In Europa un punto in un anno
I bond europei dovranno fare i conti con i tassi di interesse ancora in calo per sostenere l’economia: il mercato stima una riduzione fino al 2,4% entro il primo semestre del 2025 rispetto al 3,4% attuale e ciò significa che ci saranno flussi in acquisto sulle obbligazioni già in circolazione, sia perché offrono ritorni più elevati di quelle in emissione, sia perché se l’economia rallenta gli investitori si spostano sulle attività considerate più difensive. I Governi europei, inoltre, devono rientrare da deficit eccessivi e dunque, operano manovre restrittive che riducono l’offerta di debito e che provocano pressioni al rialzo sulle quotazioni.
Fed meno generosa nel taglio dei tassi
Viceversa, i bond Usa hanno meno probabilità di apprezzarsi in seguito al taglio dei tassi: la Federal Reserve potrebbe effettuare allentamenti molto graduali del costo del denaro, che adesso è al 5%, visto che non c’è bisogno di sostenere la crescita. Anzi, il rischio maggiore è che l’inflazione faccia di nuovo capolino. In aggiunta, entrambi i candidati alle elezioni americane del 5 novembre prossimo hanno budget che gonfiano il deficit e il debito pubblico e che, quindi, pesano sui prezzi delle obbligazioni, anche solo per una questione di offerta abbondante. Tra l’altro, torna alla ribalta la probabilità di una vittoria di Donald Trump, che è risalito nei sondaggi e che promette tagli di tasse e spese senza troppi vincoli. Le stime, infatti, tracciano una linea esponenziale del debito e del deficit, che attualmente sono, rispettivamente, a 1.800 miliardi e a 27.000 miliardi di dollari, su un Pil di 29.000 miliardi.
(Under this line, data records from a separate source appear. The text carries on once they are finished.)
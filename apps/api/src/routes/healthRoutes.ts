import { Router } from 'express';
import type { Redis } from 'ioredis';
import type { Knex } from 'knex';

/** Liveness of the API and its backing services, for the start script and a load balancer. */
export function healthRoutes(knex: Knex, redis: Redis): Router {
  const router = Router();
  router.get('/', async (_req, res) => {
    const check = async (probe: () => Promise<unknown>) => {
      try {
        await Promise.race([probe(), new Promise((_, reject) => setTimeout(() => reject(new Error('timeout')), 1500))]);
        return 'up';
      } catch {
        return 'down';
      }
    };
    const [database, queue] = await Promise.all([check(() => knex.raw('select 1')), check(() => redis.ping())]);
    res.status(database === 'up' ? 200 : 503).json({ status: database === 'up' ? 'ok' : 'degraded', database, queue });
  });
  return router;
}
Lo scenario sulle due sponde dell’Oceano
Bisogna, però, vedere quanto il divario tra emissioni europee e statunitensi possa allargarsi. Il mercato obbligazionario americano condiziona tutti gli altri e, finora, le principali banche centrali sono sempre andate nella stessa direzione dei tassi, sebbene non sempre all’unisono. Anche perché sarebbe difficile per l’Europa tenere a lungo in equilibrio crescita, costo del denaro e inflazione in una fase di rallentamento, se nello stesso momento l’economia degli Stati Uniti l’economia continuasse a correre e si dovesse creare un ampio differenziale dei rendimenti.
Gli Usa aprono la strada
Nelle ultime sedute di Borsa i rendimenti dei titoli Usa hanno dettato il passo al mercato internazionale e, siccome sono saliti, per via dell’euforia sulla crescita che allontana la necessità di tagli dei tassi, si sono portati dietro anche i rendimenti europei, in barba alle attese di un altro punto percentuale di sforbiciata ai tassi nel Vecchio Continente. Anche i rendimenti dei titoli di Stato italiani sono saliti e quello del BTp decennale che nei primi due giorni della scorsa settimana è aumentato dal 3,36% al 3,55%.